И ему ответили:  «Он идет из Каира в Багдад».             «Вернитесь к убитым, я  думаю,  что  владелец каравана не умер",--сказал он; и арабы вернулись к убитым и снова стали бить мертвых мечами и копьями и дошли до Ала-ад-дина, который бросился на землю среди убитых.  И дойдя до него, они сказали: «Ты притворился мертвым,  но  мы  убьем тебя до конца»,--и бедуин вынул копье  и  хотел  вонзить  его  в  грудь Ала-ад-дину. И тогда Ала-ад-дин  воскликнул  про  себя:  "Благослови,  о Абд-аль-Кадир, о гилянец!»--и увидел руку, которая отвела копье от  его груди к груди начальника Кемаль-ад-дина, верблюжатника, и бедуин  ударил его копьем и не прикоснулся к Алаад-дину.
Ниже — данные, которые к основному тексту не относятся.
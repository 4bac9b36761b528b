import { describe, expect, it } from "vitest";
import { weeklyDigestMail } from "./digest.mail";
import { reportedWeek } from "./digest.service";

describe("weekly digest", () => {
  it("reports the whole previous week, Monday to Monday (UTC)", () => {
    // 2026-12-02 is a Wednesday.
    const { start, end } = reportedWeek(new Date("2026-12-02T10:00:00Z"));
    expect(start.toISOString()).toBe("2026-11-23T00:00:00.000Z");
    expect(end.toISOString()).toBe("2026-11-30T00:00:00.000Z");
    // On a Monday morning it is the week that just ended.
    expect(reportedWeek(new Date("2026-11-30T07:00:00Z")).start.toISOString()).toBe("2026-11-23T00:00:00.000Z");
    // On a Sunday, the week before the current one.
    expect(reportedWeek(new Date("2026-11-29T23:00:00Z")).start.toISOString()).toBe("2026-11-16T00:00:00.000Z");
  });

  it("adds up lessons, trials and pupils per teacher and class", () => {
    const mail = weeklyDigestMail({
      to: "head@school.example",
      headName: "Mx Head",
      departmentName: "Science",
      schoolName: "Example School",
      weekStart: new Date("2026-11-23T00:00:00Z"),
      rows: [
        { teacherName: "T One", className: "10P", lessons: 2, trialsRun: 5, pupils: 50 },
        { teacherName: "T Two", className: "12A", lessons: 1, trialsRun: 1, pupils: 1 },
      ],
      overviewUrl: "https://x.example/department",
    });
    expect(mail.subject).toBe("Linkleap weekly: Science, week of 23 November 2026");
    expect(mail.text).toContain("Science ran 3 live lessons in the week of 23 November 2026: 6 trials run, 51 pupil places taken.");
    expect(mail.text).toContain("T Two, 12A: 1 lesson, 1 trial run, 1 pupil taking part.");
  });

  it("says plainly when there were no lessons", () => {
    const mail = weeklyDigestMail({
      to: "h@x.example",
      headName: "H",
      departmentName: "Science",
      schoolName: "S",
      weekStart: new Date("2026-11-23T00:00:00Z"),
      rows: [],
      overviewUrl: "https://x.example/department",
    });
    expect(mail.text).toContain("Science ran no live lessons in the week of 23 November 2026.");
  });
});
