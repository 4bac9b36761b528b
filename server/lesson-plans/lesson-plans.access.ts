import type { Db } from "../db/client";
import { forbidden, notFound } from "../http/app-error";
import type { Actor } from "../staff/staff.repository";
import { findPlan, type PlanRow, type PlanWithOwner } from "./lesson-plans.repository";

/**
 * Who sees a plan: its owner, and, once it is shared, colleagues of the department it was saved
 * in (same school). Anyone else learns nothing about it (404).
 */
export function canSeePlan(actor: Pick<Actor, "id" | "schoolId" | "departmentId">, plan: PlanRow): boolean {
  if (plan.schoolId !== actor.schoolId) return false;
  if (plan.ownerId === actor.id) return true;
  return plan.shared && plan.departmentId !== null && plan.departmentId === actor.departmentId;
}

/** The plan for reading ("read": owner or colleague it is shared with) or changing ("write": owner only; 403 for a colleague who sees it). */
export async function planForActor(db: Db, actor: Actor, planId: string, intent: "read" | "write"): Promise<PlanWithOwner> {
  const found = await findPlan(db, planId);
  if (!found || !canSeePlan(actor, found.plan)) throw notFound("That plan");
  if (intent === "write" && found.plan.ownerId !== actor.id) throw forbidden("Only the plan's owner can change it: duplicate it to make your own.");
  return found;
}

/** A plan the actor may start a lesson from (the same rule as reading it). */
export async function planForStart(db: Db, actor: Actor, planId: string): Promise<PlanRow> {
  return (await planForActor(db, actor, planId, "read")).plan;
}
И потом они взвалили тюки на спину мулов и ушли, и Ала-ад-дин посмотрел и увидел, что птицы улетели со своей добычей. И он сел прямо и  поднялся и побежал; и вдруг бедуин Абу-Наиб сказал своим товарищам: «О арабы, я  вижу  что-то  вдали»;  и  один  из  бедуинов  поднялся  и  увидел Ала-ад-дина, который убегал. «Тебе не поможет бегство, раз мы сзади  тебя!»--воскликнул Аджлан и,  ударив  своего  коня  пяткой,  поспешил  за Ала-ад-дином.
   А Ала-ад-дин увидал перед собой пруд с водой и рядом с ним водохранилище, и влез на решетку водохранилища, и растянулся, и притворился  спящим, говоря про себя: «О благой покровитель, опусти твой покров, который не совлекается». И бедуин остановился перед водохранилищем и, поднявшись на стременах, протянул руку, чтобы  схватить  Ала-ад-дина.  И  Ала-ад-дин  воскликнул: «Благослови, о госпожа моя Иафиса,  вот  время  оказать  помощь!».  И вдруг бедуина ужалил в руку скорпион, и он закричал и  воскликнул:  «Ах, подойдите ко мне, о арабы, я ужален». И бедуин сошел со спины коня, и его товарищи пришли к  нему  и  опять посадили его на коня и спросили: «Что с тобой случилось?» И он  отвечал: «Меня ужалил детеныш скорпиона»; и арабы увели караван и ушли.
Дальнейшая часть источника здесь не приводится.